PROBLEM >> Say how many lines of the entries below include "setting", giving nothing but that number.

Collected data entries:
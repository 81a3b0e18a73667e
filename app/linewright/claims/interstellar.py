"""Interstellar clouds: velocities at which unexplained features repeat the resonance lines."""

from __future__ import annotations

import numpy as np

from ..lines.catalogue import ORIGINS
from ..spectra.medium import C_KM_S
from .populations import INTERSTELLAR, Component

MAX_CLOUDS = 3
MIN_LINES = 2
CHANCE = 0.003  # expected chance coincidences a cloud must beat
SPAN = 250.0  # km/s about the spectrum's zero
NARROW = 0.1  # Angstrom: lines with worse positions (diffuse bands) do not vote


def find_clouds(setting, solution, stellar_velocity: float) -> list[Component]:
    """Clouds shown by at least two resonance lines among features the rest leaves unexplained.

    A cloud within 3 sigma of the star's own velocity cannot be told from it and is left out.
    """
    cat, f = setting.catalogue, setting.features
    rows = np.nonzero(
        (cat.origin == ORIGINS.index("interstellar")) & (cat.wave_err < NARROW)
    )[0]
    open_features = np.nonzero((solution.unlisted > 0.5) & (f.sign > 0))[0]
    if len(rows) == 0 or len(open_features) == 0:
        return []
    feature, row = np.meshgrid(open_features, rows, indexing="ij")
    v = C_KM_S * (f.wave[feature] / cat.wave[row] - 1.0)
    sigma = np.maximum(C_KM_S * np.hypot(f.wave_err[feature], 0.003) / f.wave[feature], 0.3)
    near = np.abs(v) < SPAN
    return _clusters(
        v[near], sigma[near], row[near], setting, open_features, stellar_velocity
    )


def _clusters(v, sigma, row, setting, open_features, stellar_velocity) -> list[Component]:
    clouds = []
    free = np.ones(len(v), dtype=bool)
    while len(clouds) < MAX_CLOUDS and np.any(free):
        close = np.abs(v[:, None] - v[None, :]) < 2.5 * np.hypot(sigma[:, None], sigma[None, :])
        lines = [len(set(row[close[i] & free])) if free[i] else 0 for i in range(len(v))]
        best = int(np.argmax(lines))
        if lines[best] < MIN_LINES:
            break
        members = close[best] & free
        free &= ~members
        weight = 1.0 / sigma[members] ** 2
        mean = float(np.sum(weight * v[members]) / np.sum(weight))
        chance = _chance(v[best], sigma[best], set(row[members]), setting, open_features)
        if chance < CHANCE and not abs(mean - stellar_velocity) < 3.0:
            clouds.append(Component(INTERSTELLAR, mean, float(1.0 / np.sqrt(weight.sum()))))
    return clouds


def _chance(v, sigma, rows, setting, open_features) -> float:
    """Expected number of such coincidences by chance, from the density of open features."""
    wave, window = setting.features.wave[open_features], SPAN / C_KM_S
    rates, trials = [], []
    for r in sorted(rows):
        place = setting.catalogue.wave[r]
        near = np.sum(np.abs(wave / place - 1.0) < window)
        rates.append(near / (2 * SPAN) * 5.0 * sigma)
        trials.append(near)
    return float(min(trials) * np.prod(np.sort(rates)[::-1][:-1]))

RESPONSE AREA >> 8